If we acquire scientific knowledge as if it were a religious teaching based beliefs, what would be the state of our consciousness? What form would it take? Some doubt remains even when we acquire religious knowledge based on belief. Even when it is taught in a very persuasive setting, there is always some doubt and questioning. We may not question it out loud, as it may be something we question within ourselves when left alone with our thoughts. Scientific knowledge –more dangerously– shapes the consciousness so deeply that you do not really question, when you are alone, whether it is true or not, being put forward as the most sound facts that require no discussion or debate. You could say that scientific knowledge already demands criticism and questioning. Any educated person could tell you that. “Of course everything changes; our knowledge also keeps changing. Knowledge is not absolute, there is no such thing.” These too are memorized lines, and as memorized lines, they are repeated with utmost confidence, just like when a believer whose consciousness has been shaped by belief, repeats what they heard from a trusted priest. This confidence does not emanate from a form of knowledge production witnessed by one’s own consciousness; it is not the type of consciousness that has this confidence. Questioning this type of consciousness is much more difficult.

When we talk about establishing a democratic and free life, about people communicating freely, and producing and transforming themselves, we assume that those who receive scientific education, choose the modern way of life, adopt a positivist worldview, and have an ideology that is consistent with Western civilization as proponents of this view would find it easier to change, to become enlightened and to achieve self-transformation. On the other hand, we view traditionalist people as bigots whose goal is to stop this development, and because they insist on doing so, as aggressive, dangerous and unreformable. Nations, groups and communities who have recently entered the process of enlightenment and who are meeting with positivism, science and the scientific approach for the first time, often experience these concerns. This is how the consciousness of the so-called “enlightened” groups in developing nations is structured, as reflected in their articles, books, discourses and conferences.

On the other hand, there are now elite universities in Western countries that have moved beyond the phase of questioning dogma on the path to enlightenment, and have started discussing formations of consciousness within scientific knowledge, and the problems in its functioning. These problems are discussed in such elite fields as physics and at certain levels of philosophy by groups of qualified people that include philosophers and are also presented to the public in the form of publications. To what extent they are appreciated and understood, however, is another matter. What is the situation in Turkey in this regard? To the best of my knowledge, there is nothing. There are, of course, those who would question this, who hold meetings and stay in touch, although there is nothing concrete in terms of publications, studies, or any other meaningful impact.

Creativity is at an Impasse, as the Age of Communication Provides Access to “Data,” Rather Than to “Knowledge”

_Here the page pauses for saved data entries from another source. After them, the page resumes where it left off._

"""Pages that show and write records: booking, the woman, the pregnancy's record (time line,
plan, charts), one entry form per kind (generated from the schema), amend, void, stock.

Every data-entry form follows the form/outbox contract (see DEVELOPERS.md): it posts JSON to
/api/v1/records through static/js/outbox.js, and without JavaScript to the page's own URL,
which validates the same way through clinic.web.saving.
"""
from __future__ import annotations

from flask import Blueprint, abort, flash, redirect, render_template, request, url_for

from clinic.care.codes import Category
from clinic.care.errors import CareError
from clinic.records.schema import ENTRY_KINDS, KINDS
from clinic.records.validate import ValidationError
from clinic.store import Conflict
from clinic.web import charts
from clinic.web import stock as stockmod
from clinic.web.auth import current_user, may_write_kind, require_kind
from clinic.web.clock import today_local
from clinic.web.db import get_profile, get_settings, get_store, plan_for, utcnow
from clinic.web.helpers import form_raw, local_input
from clinic.web.saving import BOOKING_PARTS, Duplicates, check_dose_amendment, create_record, redirect_for, save_booking

bp = Blueprint("records", __name__)

# Fields of the woman and pregnancy asked at booking (the rest can be added later by amending).
BOOKING_FIELDS = {
    "woman": ("name", "birth_date", "stated_age", "village", "phone", "register_no", "address"),
    "pregnancy": ("booked_on", "lmp", "scan_on", "scan_crl_mm", "scan_ga_days", "edd", "gravidity",
                  "parity", "multiple", "prior_sensitising", "prior_anti_d", "transfusion_history"),
    "typing": ("abo", "rhd", "weak_d_type", "partial_d_category", "method", "tested_on", "lab"),
    "partner_typing": ("abo", "rhd", "rhd_zygosity", "tested_on", "paternity_certain"),
    "screen": ("sampled_at", "result", "antibodies", "antibody_other", "titre", "titre_antibody",
               "anti_d_iu_ml", "anti_d_origin", "lab"),
}
PART_LABELS = {"woman": "Woman", "pregnancy": "This pregnancy and its dating",
               "typing": "Her blood group", "partner_typing": "Baby's father's blood group",
               "screen": "Booking antibody screen (IAT)"}
# The dose indication to preset when a dose is recorded from a plan item of this category.
INDICATION_OF = {Category.ROUTINE: "routine-antenatal", Category.EVENT: "sensitising-event",
                 Category.POSTPARTUM: "postpartum"}


def time_of(rec: dict) -> str:
    """The moment an entry is about (its first date or date-time field), for the time line."""
    spec = KINDS.get(rec.get("kind"))
    if spec:
        for f in spec.fields:
            if f.type in ("date", "datetime") and rec.get(f.name):
                v = rec[f.name]
                return v if f.type == "datetime" else v + "T12:00:00Z"
    return rec.get("created_at", "")


def _pregnancy_or_404(pregnancy_id: str) -> dict:
    p = get_store().get(pregnancy_id)
    if p is None or p.get("kind") != "pregnancy":
        abort(404, f"No pregnancy with id {pregnancy_id} on record.")
    return p


def _record_or_404(record_id: str) -> dict:
    r = get_store().get(record_id)
    if r is None:
        abort(404, f"No record with id {record_id} on record.")
    return r


def ref_options(pregnancy_id: str) -> list[tuple[str, str]]:
    """Events and births of the pregnancy (not voided), for the 'covers' fields."""
    from clinic.web.helpers import local

    out = []
    for e in sorted(get_store().entries(pregnancy_id), key=time_of, reverse=True):
        if e.get("voided") or e.get("kind") not in ("event", "birth"):
            continue
        if e["kind"] == "event":
            label = f"Event · {e.get('event_kind')} · {local(e.get('occurred_at'), '%d %b %Y %H:%M')}"
        else:
            label = f"Birth · {local(e.get('born_at'), '%d %b %Y %H:%M')}"
        out.append((e["id"], label))
    return out
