#include "core/engine.hpp"

#include <tbb/enumerable_thread_specific.h>
#include <tbb/parallel_for.h>

#include <algorithm>
#include <cmath>
#include <limits>
#include <optional>
#include <stdexcept>

#include "core/count_limit.hpp"
#include "core/exact_patch.hpp"
#include "core/exact_spatial.hpp"
#include "core/inoculum_cells.hpp"
#include "core/leap_patch.hpp"
#include "core/random_draws.hpp"
#include "core/rng.hpp"
#include "core/parallel.hpp"
#include "core/step_validator.hpp"

namespace tessera {

struct Engine::Scratch {
    tbb::enumerable_thread_specific<ExactPatch> exact;
    tbb::enumerable_thread_specific<LeapPatch> leap;
    // Migrants leaving each patch: [patch][direction][compartment][trait].
    std::vector<std::int64_t> outbox;
    std::vector<std::uint64_t> lost_per_patch;
    std::vector<std::uint64_t> sent_per_patch;
    std::vector<std::uint64_t> received_per_patch;  // immigrants, for the validate mode's books
    std::unique_ptr<ExactSpatial> spatial;  // method = "exact-spatial" only
    std::vector<PatchConditions> patch_conditions;

#ifdef TESSERA_VALIDATE
    std::optional<StepValidator> validator;  // docs/reliability.md "Validate mode"
#endif

    Scratch(const TraitGrid& g, const RateTable& r, double K) : exact(g, r, K), leap(g, r, K) {}
};

namespace {

bool has_cells(const std::int64_t* a, const std::int64_t* d, int traits) {
    for (int i = 0; i < traits; ++i) {
        if (a[i] != 0 || d[i] != 0) return true;
    }
    return false;
}

// The stream of the exact spatial engine, which draws for the whole lattice at once.
constexpr std::uint32_t lattice_stream = 0xFFFFFFFFu;

// Snap times that differ only by rounding, so that output times are met exactly.
bool reached(double t, double target) { return t >= target - 1e-12 * std::max(1.0, std::fabs(target)); }

}  // namespace

Engine::Engine(const Scenario& scenario, std::uint32_t replicate, LatticePartition* partition)
    : scenario_(scenario),
      traits_(scenario.dormancy_axis, scenario.transfer_axis),
      rates_(traits_, scenario.rates, scenario.K),
      lattice_(held_lattice(scenario, traits_.size(), partition)),
      timeline_(scenario_),
      neighbourhood_(scenario.width, scenario.height, scenario.neighbourhood, scenario.boundary),
      replicate_(replicate),
      patch_counts_(lattice_.held_patches()),
      scratch_(std::make_unique<Scratch>(traits_, rates_, scenario.K)) {
    if (scenario_.habitats.empty()) scenario_.habitats.push_back(Habitat{});
    if (scenario_.habitat_of_patch.size() != lattice_.patches()) {
        scenario_.habitat_of_patch.assign(lattice_.patches(), 0);
    }
    class_conditions_ = timeline_.at(0.0);
    partition_ = partition;
    band_ = partition_ ? partition_->band() : RowBand{0, lattice_.height()};
    inoculate();
    if (partition_) start_partition();
#ifdef TESSERA_VALIDATE
    scratch_->validator.emplace(scenario_.source_path, scenario_.seed, replicate_);
#endif
}

Engine::~Engine() = default;

double Engine::time_logK() const { return time_ / std::log(scenario_.K); }
double Engine::until() const { return scenario_.to_plain(scenario_.until); }

void Engine::inoculate() {
    const std::size_t first = lattice_.first_patch(), end = first + lattice_.held_patches();
    for_each_inoculum_cell(scenario_, traits_, class_conditions_, [&](std::size_t p, int trait, double active, double dormant) {
        if (p < first || p >= end) return;  // another process's band
        lattice_.active(p)[trait] += static_cast<std::int64_t>(std::llround(active));
        lattice_.dormant(p)[trait] += static_cast<std::int64_t>(std::llround(dormant));
    });
}

void Engine::run(Observer& observer, const std::atomic<bool>* stop, bool resumed) {
    const double end = until();
    const double every[3] = {scenario_.to_plain(scenario_.output_every),
                             scenario_.to_plain(scenario_.fields_every),
                             scenario_.to_plain(scenario_.frames_every)};
    std::uint64_t next[3] = {0, 0, 0};  // index j of the next output time j * every
    for (int k = 0; k < 3; ++k) {
        if (every[k] > 0) next[k] = static_cast<std::uint64_t>(std::floor(time_ / every[k] + 1e-9));
        // Resumed: skip the output times already reached (the checkpoint came after them).
        while (resumed && every[k] > 0 && reached(time_, static_cast<double>(next[k]) * every[k])) ++next[k];
    }
    if (resumed && reached(time_, end)) return;  // the final outputs are written too
    for (;;) {
        unsigned due = 0;
        for (int k = 0; k < 3; ++k) {
            if (every[k] > 0 && reached(time_, static_cast<double>(next[k]) * every[k])) {
                due |= 1u << k;
                ++next[k];
            }
        }
        const bool finished = reached(time_, end);
        if (finished) due |= series_output | (every[1] > 0 ? unsigned{fields_output} : 0u);
        if (due) {
            if (partition_ && shared_step_ != step_) share_state();
            observer.observe(*this, due);
        }
        if (finished || stop_agreed(stop)) {
            if (partition_ && shared_step_ != step_) share_state();  // state() sees every patch
            return;
        }
#ifdef TESSERA_VALIDATE
        if (scratch_->validator->stop_now()) return;  // TESSERA_STOP_AFTER_STEP
#endif

        double target = end;
        for (int k = 0; k < 3; ++k) {
            if (every[k] > 0) target = std::min(target, static_cast<double>(next[k]) * every[k]);
        }
        advance_to(target, stop);
        // Stopped between output times: nothing is due now, so the outputs are complete.
        const bool stopped = partition_ ? stop_agreed_ : stop && stop->load();
        if (stopped && !reached(time_, target)) {
            if (partition_ && shared_step_ != step_) share_state();
            return;
        }
    }
}

void Engine::advance_to(double t_end, const std::atomic<bool>* stop) {
    while (!reached(time_, t_end)) {
        if (!partition_ && stop && stop->load()) return;
        if (partition_ && stop_agreed_) return;
        double next = std::min({t_end, time_ + scenario_.sync, timeline_.next_change_after(time_)});
        if (reached(next, t_end)) next = t_end;
        // Never a step that could carry a patch past 2^62 cells: near the limit a long step
        // is cut short, or the run stops here with CellLimitError (core/count_limit.hpp).
        if (partition_) {
            // One agreement per step: the stop, and the fullest patch of any band.
            bool halt = stop && stop->load();
            double most = largest_patch_total(*this, static_cast<std::size_t>(band_.first) * lattice_.width(),
                                              static_cast<std::size_t>(band_.end) * lattice_.width());
            partition_->agree(halt, most);
            if (halt) {
                stop_agreed_ = true;
                return;
            }
            const auto end = step_end_below_limit(*this, next, most);
            if (!end) {
                share_state();  // so that process 0 sees every patch and names the fullest as it throws
                if (partition_->process() != 0)
                    throw CellLimitError("a patch could pass the cell limit in the next step (process 0 names it)",
                                         time_, 0, 0);
            }
            next = end ? *end : limit_step(*this, next);
        } else {
            next = limit_step(*this, next);
        }
#ifdef TESSERA_VALIDATE
        validate_before_step(next);
#endif
        step(next - time_);
        time_ = next;
        if (partition_ && step_ % balance_every_steps == 0) share_state();
#ifdef TESSERA_VALIDATE
        validate_after_step();
        if (scratch_->validator->stop_now()) return;
#endif
    }
    time_ = std::max(time_, t_end);
}
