// CGP 2006, eqs. (32)-(33): with mu_k and sigma_k^2 the mean and variance of the change of
// species k per unit time, the step keeps the expected change and standard deviation of
// every count a leaped rate is proportional to within max(eps x_k / g_k, 1): each leaped
// channel's own cells, and the totals its rate also depends on (the donor level L_l of a
// conjugation, the patch's active total through competition and frequency-dependent
// transfer). Small species are simulated exactly, so they bound the step only through those
// totals. mu and sigma^2 count every channel, leaped or exact. The bound is taken once per
// species (18 with 9 traits), not once per channel (~60).
double LeapPatch::step_size() {
    const std::size_t S = x_.size();
    std::fill_n(drift_.begin(), S, 0.0);
    std::fill_n(variance_.begin(), S, 0.0);
    std::fill_n(reactant_.begin(), S, std::uint8_t{0});
    std::fill(level_rate_.begin(), level_rate_.end(), 0.0);
    std::fill(level_bounded_.begin(), level_bounded_.end(), std::uint8_t{0});
    auto account = [&](double rate, int consume, int produce, int level, Kind kind) {
        if (consume >= 0) {
            drift_[consume] -= rate;
            variance_[consume] += rate;
        }
        if (produce >= 0) {
            drift_[produce] += rate;
            variance_[produce] += rate;
        } else if (kind == Kind::conjugation) {
            level_rate_[level] += rate;
        }
    };
    for (const Channel& c : channels_) {
        reactant_[c.reactant] = 1;
        if (c.kind == Kind::conjugation) level_bounded_[c.level] = 1;
        account(c.rate, c.consume, c.produce, c.level, c.kind);
    }
    double exact_rate = 0.0;
    for (const ExactEntry& e : exact_entries_) {
        const int k = e.species;
        const double cells = at_[k];
        if (!(cells > 0)) continue;
        channels_of(k, e.small, entry_levels(e), level_at_.data(),
                    [&](double per_cell, bool consumes, int produce, int level, Kind kind) {
                        exact_rate += per_cell * cells;
                        account(per_cell * cells, consumes ? k : -1, produce, level, kind);
                    });
    }
    // Whole-copy conjugations won by level l go to its traits in proportion to their cells.
    for (int l = 0; l < ny_; ++l) {
        if (!(level_rate_[l] > 0)) continue;
        const double per_cell = level_rate_[l] / static_cast<double>(level_cells_[l]);
        for (int xl = 0; xl < nx_; ++xl) {
            const int i = grid_.index(xl, l);
            drift_[i] += per_cell * static_cast<double>(x_[i]);
            variance_[i] += per_cell * static_cast<double>(x_[i]);
        }
    }
    double tau = infinity;
    auto bound_by = [&](double x, double eps_over_g, double mu, double sigma2) {
        const double bound = std::max(eps_over_g * x, 1.0);
        if (mu != 0) tau = std::min(tau, bound / std::fabs(mu));
        if (sigma2 > 0) tau = std::min(tau, bound * bound / sigma2);
    };
    for (std::size_t k = 0; k < S; ++k) {
        if (reactant_[k]) bound_by(static_cast<double>(x_[k]), eps_over_g_[k], drift_[k], variance_[k]);
    }
    // The totals: the active cells of each donor level driving a leaped conjugation, and all
    // active cells (and dormant ones when they compete). Variances add as if independent.
    double na = 0, mu_a = 0, var_a = 0, nd = 0, mu_d = 0, var_d = 0;
    for (int l = 0; l < ny_; ++l) {
        double L = 0, mu = 0, var = 0;
        for (int xl = 0; xl < nx_; ++xl) {
            const int i = grid_.index(xl, l);
            L += static_cast<double>(x_[i]);
            mu += drift_[i];
            var += variance_[i];
        }
        if (level_bounded_[l]) bound_by(L, eps_over_g_[0], mu, var);
        na += L;
        mu_a += mu;
        var_a += var;
    }
    if (rates_.competition_counts_dormant) {
        for (int i = 0; i < T_; ++i) {
            nd += static_cast<double>(x_[T_ + i]);
            mu_d += drift_[T_ + i];
            var_d += variance_[T_ + i];
        }
    }
    bound_by(na + nd, eps_over_g_[0], mu_a + mu_d, var_a + var_d);
    // The exact part's work per leap stays bounded (a recipient of 1e15 cells facing a few
    // donors at density-dependent rates would otherwise make ~1e9 exact events in a leap).
    if (exact_rate > 0) tau = std::min(tau, settings_.exact_per_leap / exact_rate);
    return tau;
}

In the West, following the transition from the dogmatic to the scientific attitude, it was thought that the problem would be resolved through enlightenment, liberation, creativity and productivity. Yet we now face much more severe problems. Contrary to common belief, our brains have become stagnant and production has declined. Production in the form of repetition has increased. Repetition, industry and continuous production have reached epic proportions. Begging the pardon of today’s artists, the great works of art and philosophy are all in the past. The magnificent art and philosophy of Ancient Greece are now mere memories. The music, poetry and artistic production seen in the Age of Enlightenment, from the Renaissance to positivism, are no longer. Objective or conceptual productions that are repetitive and fail to break the mold have restricted our lives to a significant extent.

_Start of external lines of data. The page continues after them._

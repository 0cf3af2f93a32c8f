import { describe, expect, it } from "vitest";
import { parseEnv } from "@/lib/env";

const good = {
  DATABASE_URL: "mysql://u:p@127.0.0.1:3307/spanproof",
  AUTH_SECRET: "x".repeat(40),
  APP_URL: "http://127.0.0.1:3000",
};

describe("payment settings in the environment", () => {
  it("defaults to the local fake of the provider, and to review starting at acceptance", () => {
    const e = parseEnv(good);
    expect(e.PAYMENTS_API_URL).toBe("http://127.0.0.1:12111");
    expect(e.STRIPE_SECRET_KEY).toMatch(/^sk_test_/);
    expect(e.STRIPE_WEBHOOK_SECRET).toMatch(/^whsec_/);
    expect(e.PAYMENT_REQUIRED_BEFORE_REVIEW).toBe(false);
    expect(parseEnv({ ...good, PAYMENT_REQUIRED_BEFORE_REVIEW: "true" }).PAYMENT_REQUIRED_BEFORE_REVIEW).toBe(true);
  });

  it("names each bad value", () => {
    expect(() => parseEnv({ ...good, PAYMENT_REQUIRED_BEFORE_REVIEW: "yes" })).toThrow(/PAYMENT_REQUIRED_BEFORE_REVIEW: must be "true" or "false"/);
    expect(() => parseEnv({ ...good, STRIPE_SECRET_KEY: "pk_test_abcdefgh" })).toThrow(/STRIPE_SECRET_KEY: must look like sk_test_/);
    expect(() => parseEnv({ ...good, STRIPE_WEBHOOK_SECRET: "secret" })).toThrow(/STRIPE_WEBHOOK_SECRET: must look like whsec_/);
    expect(() => parseEnv({ ...good, PAYMENTS_API_URL: "not a url" })).toThrow(/PAYMENTS_API_URL: must be the payment provider's base URL/);
  });
});
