import { describe, expect, it } from "vitest";
import {
  bracketJumps,
  DEMO_FEE_SCHEDULE,
  FeeInputError,
  findBracket,
  permitFee,
  quoteResubmittalFee,
  quoteReviewFee,
  roundHalfUp,
  shareOf,
  type FeeSchedule,
} from "@/lib/fees";

const $ = (dollars: string) => {
  // Test amounts written as dollars ("993.75"), converted through the digits, never a float.
  const [w = "0", f = ""] = dollars.replace(/,/g, "").split(".");
  return Number(w) * 100 + Number(f.padEnd(2, "0"));
};

// UBC 1997 Table 1-A "Building permit fees" and §108.3 "plan review fee 65 % of the building
// permit fee" (from memory). Only rows whose stated "for the first $X" base agrees with the
// previous row's arithmetic are asserted at their edges.
const UBC_1997: FeeSchedule = {
  version: "UBC-1997-T1A",
  revision: 1,
  label: "UBC 1997 Table 1-A (test data)",
  currency: "usd",
  brackets: [
    { upToCents: $("500"), baseCents: $("23.50"), stepCents: 0, perStepCents: 0 }, // $1 to $500: $23.50
    { upToCents: $("2,000"), baseCents: $("23.50"), stepCents: $("100"), perStepCents: $("3.05") }, // + $3.05 per $100 or fraction
    { upToCents: $("25,000"), baseCents: $("69.25"), stepCents: $("1,000"), perStepCents: $("14.00") },
    { upToCents: $("50,000"), baseCents: $("391.75"), stepCents: $("1,000"), perStepCents: $("10.10") },
    { upToCents: $("100,000"), baseCents: $("643.75"), stepCents: $("1,000"), perStepCents: $("7.00") },
    { upToCents: $("500,000"), baseCents: $("993.75"), stepCents: $("1,000"), perStepCents: $("5.60") },
    { upToCents: $("1,000,000"), baseCents: $("3,233.75"), stepCents: $("1,000"), perStepCents: $("4.75") },
    { upToCents: null, baseCents: $("5,608.75"), stepCents: $("1,000"), perStepCents: $("3.15") },
  ],
  planReviewBasisPoints: 6_500,
  fixedFees: [],
  resubmittal: { includedCycles: 3, feeCents: 0 },
};

describe("permit fee at bracket edges, UBC 1997 Table 1-A (from memory)", () => {
  it.each([
    ["1.00", "23.50"], // row 1, flat
    ["500.00", "23.50"], // row 1 includes its upper limit
    ["500.01", "26.55"], // row 2: $23.50 + 1 × $3.05 (a fraction of $100 counts as a whole step)
    ["600.00", "26.55"], // exactly one additional $100
    ["600.01", "29.60"], // $23.50 + 2 × $3.05
    ["2,000.00", "69.25"], // $23.50 + 15 × $3.05 = $69.25, the base the table states for row 3
    ["2,000.01", "83.25"], // $69.25 + 1 × $14.00
    ["100,000.00", "993.75"], // $643.75 + 50 × $7.00 = $993.75, the base the table states for row 6
    ["100,000.01", "999.35"], // $993.75 + 1 × $5.60
    ["500,000.00", "3,233.75"], // $993.75 + 400 × $5.60, row 7's stated base
    ["1,000,000.00", "5,608.75"], // $3,233.75 + 500 × $4.75, row 8's stated base
    ["1,000,000.01", "5,611.90"], // $5,608.75 + 1 × $3.15
  ])("valuation $%s → permit fee $%s", (valuation, fee) => {
    expect(permitFee(UBC_1997, $(valuation)).cents).toBe($(fee));
  });

  it("plan-review fee is 65 % of the permit fee, rounded half up to the cent (UBC 1997 §108.3, from memory)", () => {
    // $993.75 × 0.65 = $645.9375 → $645.94 (hand arithmetic)
    const q = quoteReviewFee(UBC_1997, $("100,000"));
    expect(q.lineItems).toHaveLength(1);
    expect(q.lineItems[0]).toMatchObject({ code: "plan_review", amountCents: $("645.94") });
    expect(q.totalCents).toBe($("645.94"));
    expect(q.lineItems[0]!.basis).toContain("$643.75 for the first $50,000.00 plus 50 × $7.00 for each additional $1,000.00 or fraction = $993.75");
    expect(q.lineItems[0]!.basis).toContain("65% × $993.75 = $645.9375, rounded half up to $645.94");
    // $23.50 × 0.65 = $15.275 exactly → $15.28 (a true half cent rounds up)
    expect(quoteReviewFee(UBC_1997, $("100")).totalCents).toBe($("15.28"));
  });
});

describe("integer cents: no float drift", () => {
  const flat = (cents: number): FeeSchedule => ({ ...UBC_1997, brackets: [{ upToCents: null, baseCents: cents, stepCents: 0, perStepCents: 0 }] });

  it.each([
    // permit fee, 65 % exactly (hand arithmetic), rounded half up
    ["0.70", "0.46"], // 0.455 → 0.46
    ["1.90", "1.24"], // 1.235 → 1.24
    ["24.90", "16.19"], // 16.185 → 16.19
    ["42.30", "27.50"], // 27.495 → 27.50
  ])("65 percent of $%s is $%s", (permit, expected) => {
    expect(quoteReviewFee(flat($(permit)), 100).totalCents).toBe($(expected));
  });

  it("the same sums done in binary floating point land on the wrong cent (why the code never does that)", () => {
    // IEEE 754 doubles: 24.90 × 0.65 = 16.184999…; rounding that to cents gives 16.18, not 16.19.
    expect(Math.round(24.9 * 0.65 * 100)).toBe(1618);
    expect(shareOf($("24.90"), 6_500).cents).toBe(1619);
  });

  it("rounds half up, and only at the very end", () => {
    expect(roundHalfUp(5n, 10n)).toBe(1n); // 0.5 → 1
    expect(roundHalfUp(14n, 10n)).toBe(1n); // 1.4 → 1
    expect(roundHalfUp(15n, 10n)).toBe(2n); // 1.5 → 2
    expect(roundHalfUp(-15n, 10n)).toBe(-2n); // symmetric for negatives
    expect(shareOf(100, 3_333)).toMatchObject({ cents: 33, rounded: true, exact: "$0.3333" }); // 33.33 % of $1.00
    expect(shareOf(300, 5_000)).toMatchObject({ cents: 150, rounded: false }); // 50 % of $3.00
  });

  it("a large valuation stays exact to the cent", () => {
    // $98,765,432.10 in the last UBC row: ⌈(98,765,432.10 − 1,000,000) / 1,000⌉ = 97,766 steps;
    // $5,608.75 + 97,766 × $3.15 = $5,608.75 + $307,962.90 = $313,571.65 (hand arithmetic)
    expect(permitFee(UBC_1997, $("98,765,432.10")).cents).toBe($("313,571.65"));
  });
});

describe("the invented demo schedule", () => {
  it("never jumps at a bracket edge", () => {
    expect(bracketJumps(DEMO_FEE_SCHEDULE)).toEqual([]);
  });

  it.each([
    ["2,000.00", "60.00"], // flat first bracket
    ["2,000.01", "72.50"], // $60.00 + 1 × $12.50
    ["25,000.00", "347.50"], // $60.00 + 23 × $12.50
    ["25,000.01", "356.50"], // $347.50 + 1 × $9.00
    ["100,000.00", "1,022.50"], // $347.50 + 75 × $9.00
    ["500,000.00", "3,522.50"], // $1,022.50 + 400 × $6.25
    ["1,000,000.00", "6,022.50"], // $3,522.50 + 500 × $5.00
    ["1,000,000.01", "6,026.00"], // $6,022.50 + 1 × $3.50
  ])("valuation $%s → permit fee $%s (hand arithmetic from the schedule's rows)", (valuation, fee) => {
    expect(permitFee(DEMO_FEE_SCHEDULE, $(valuation)).cents).toBe($(fee));
  });

  it("is never lower for a higher valuation, one cent either side of every edge", () => {
    const probes: number[] = [1];
    for (const b of DEMO_FEE_SCHEDULE.brackets) if (b.upToCents) probes.push(b.upToCents - 1, b.upToCents, b.upToCents + 1);
    probes.push(5_000_000_000);
    const fees = probes.map((v) => permitFee(DEMO_FEE_SCHEDULE, v).cents);
    for (let i = 1; i < fees.length; i++) expect(fees[i]!).toBeGreaterThanOrEqual(fees[i - 1]!);
  });

  it("charges the plan-review fee and the fixed fees at intake; the lines add up to the total", () => {
    const q = quoteReviewFee(DEMO_FEE_SCHEDULE, $("185,000"));
    expect(q.scheduleVersion).toBe(DEMO_FEE_SCHEDULE.version);
    expect(q.lineItems.map((l) => l.code)).toEqual(["plan_review", "records_fee"]);
    // $1,022.50 + 85 × $6.25 = $1,553.75; 65 % = $1,009.9375 → $1,009.94; + $12.00 records fee
    expect(q.permitFeeCents).toBe($("1,553.75"));
    expect(q.lineItems[0]!.amountCents).toBe($("1,009.94"));
    expect(q.totalCents).toBe($("1,021.94"));
    expect(q.lineItems.reduce((s, l) => s + l.amountCents, 0)).toBe(q.totalCents);
  });
});

describe("resubmittal fees beyond the included cycles", () => {
  it("charges nothing for the cycles the plan-review fee covers, then a fixed fee per cycle", () => {
    expect([1, 2, 3].map((c) => quoteResubmittalFee(DEMO_FEE_SCHEDULE, c))).toEqual([null, null, null]);
    const q4 = quoteResubmittalFee(DEMO_FEE_SCHEDULE, 4)!;
    expect(q4.totalCents).toBe(DEMO_FEE_SCHEDULE.resubmittal.feeCents);
    expect(q4.lineItems[0]!.basis).toContain("after the first 3");
    expect(quoteResubmittalFee({ ...DEMO_FEE_SCHEDULE, resubmittal: { includedCycles: 2, feeCents: 0 } }, 5)).toBeNull();
  });
});

describe("exact messages for bad input", () => {
  it("refuses a valuation that is not a positive whole number of cents", () => {
    expect(() => permitFee(DEMO_FEE_SCHEDULE, 0)).toThrow(new FeeInputError("The valuation must be a whole number of cents greater than zero; got 0."));
    expect(() => permitFee(DEMO_FEE_SCHEDULE, 12.5)).toThrow("got 12.5.");
    expect(() => quoteResubmittalFee(DEMO_FEE_SCHEDULE, 0)).toThrow("A review cycle is a whole number from 1; got 0.");
  });

  it("names the gap when a schedule has no open-ended last bracket", () => {
    const capped = { brackets: [{ upToCents: 100_000, baseCents: 1_000, stepCents: 0, perStepCents: 0 }] };
    expect(findBracket(capped, 100_000)).toEqual({ index: 0, lowerCents: 0 });
    expect(() => findBracket(capped, 100_001)).toThrow("The valuation $1,000.01 is above the last bracket of the schedule, which has an upper limit of $1,000.00.");
  });

  it("reports where a schedule's fee jumps at an edge", () => {
    const s = { brackets: [{ upToCents: 100_000, baseCents: 5_000, stepCents: 0, perStepCents: 0 }, { upToCents: null, baseCents: 6_000, stepCents: 100_000, perStepCents: 100 }] };
    expect(bracketJumps(s)).toEqual(["Bracket 1 ends at $50.00 (valuation $1,000.00); bracket 2 starts from a base of $60.00."]);
  });
});
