import { NextResponse } from "next/server";
import { z } from "zod";
import { db } from "@/db/client";
import { listApplications } from "@/db/queries/applications";
import { readJson, route } from "@/lib/api/handler";
import { createApplication } from "@/lib/applications/service";
import { clientIp } from "@/lib/auth/request-ip";
import { requireUser } from "@/lib/auth/session";
import { forbidden } from "@/lib/errors";
import { applicationSchema } from "@/lib/validations/application";
import { STATES } from "@/lib/workflow";

const listQuery = z.object({
  scope: z.enum(["mine", "intake", "reviews", "all"]).default("all"),
  q: z.string().trim().max(100).optional(),
  state: z.enum(STATES).optional(),
  sort: z.enum(["number", "updated", "submitted", "address", "state"]).default("updated"),
  dir: z.enum(["asc", "desc"]).default("desc"),
  page: z.coerce.number().int().min(1).max(10_000).default(1),
  pageSize: z.coerce.number().int().min(5).max(100).default(25),
});

export const GET = route(async (req) => {
  const user = await requireUser();
  if (user.role === "admin") throw forbidden();
  const query = listQuery.parse(Object.fromEntries(req.nextUrl.searchParams));
  return NextResponse.json(await listApplications(db(), user, query));
});

export const POST = route(async (req) => {
  const user = await requireUser();
  const input = await readJson(req, applicationSchema);
  const created = await createApplication(db(), user, input, clientIp(req.headers));
  return NextResponse.json({ application: created }, { status: 201 });
});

There have been suggestions that communication is important in gaining access to knowledge, and that the awareness and conceptuality to be acquired through communication could expand our horizons. I believe this discourse, contrary to what most people think, is not positive. If your consciousness lacks competency in processes of perception, assessment and reproduction, diving into an ocean of knowledge would do you no good, you would simply drown. In this Information Age, we assume we can access knowledge via the Internet. However, we only access data, not knowledge. Knowledge becomes accessible only after the data has been collected, categorized and processed using a certain method, and when the report based on this processing is compared with other reports. To be meaningful, it must be conceptual and evaluated within a theoretical framework. When you fail in this regard, if all you do is press some keys and display some words, you are merely engaging in a more convenient approach to reading books in a library – you will be bombarded with opinions, and your consciousness may even become inert and sluggish.

The Difference between the Enlightened and the Intellectual

What is wrong with living life based on memory and what has been taught, with no questioning made of methodological issues? If you are unaware of these issues, you will have no problems with them, as the vast majority of any society, referred to as the “masses”, are usually oblivious and are quite happy. Who suffers? People who are aware. It is the people who are aware that suffer. True suffering… We call these people the “enlightened” rather than intellectuals. Intellectuals merely acquire and consume ready-made knowledge – they are consumers of knowledge, or at a higher level, they are people who make a living out of knowledge. An enlightened person is different, as they produce knowledge. Their consumption is necessary for their production. They consume because it is a prerequisite for the production of further knowledge. They refer to existing knowledge as needed when trying to resolve a problem. We, on the other hand, offer knowledge beforehand, and then tell our students to “go and do something with it”.

The Brain also Gets Hungry

What are people supposed to do? The way the brain functions, and the way the brain produces, is the opposite of that. The brain, like the rest of our organism, gets hungry, and looks for things to satisfy its hunger. It equips itself with the tools it needs to satisfy this desire, and applies different methods to achieve its objectives. If this is not the case, then the whole thing is imaginary. “Take this knowledge and use it at once.” To what end? Why would I do that if I don’t need to? Today, the motivation of the subject to produce philosophical and scientific knowledge, and even works of art –in the sense of the urge that leads to taking action– is recognized to be a need. There is no sense without need. In ordinary English, I call this need a “hunger” – the hunger of the intellect. A person whose intellect is not hungry does not need knowledge. If your feelings are not hungry, why would you seek to encounter an artistic object or setting that could refine your feelings? There is no hunger. The most basic requirement for hunger to emerge is awareness, which leads to questioning. This is what we would like to question in a philosophical sense: awareness. What gives rise to this awareness? What methods can be used to create awareness? What should be questioned, and how should the consciousness work if this awareness is to emerge? How can we achieve this in terms of social competence? Can this turn into a passion? Can we pass it down from generation to generation? Can we teach it? These are just some of the propositions, but I will not discuss them further. In a liberal democratic environment, for this environment to be internalized, a competent free consciousness must be present as an individual and questioning must be based on criticism. Criticism is not accusation. Criticism is a concept that involves evaluation.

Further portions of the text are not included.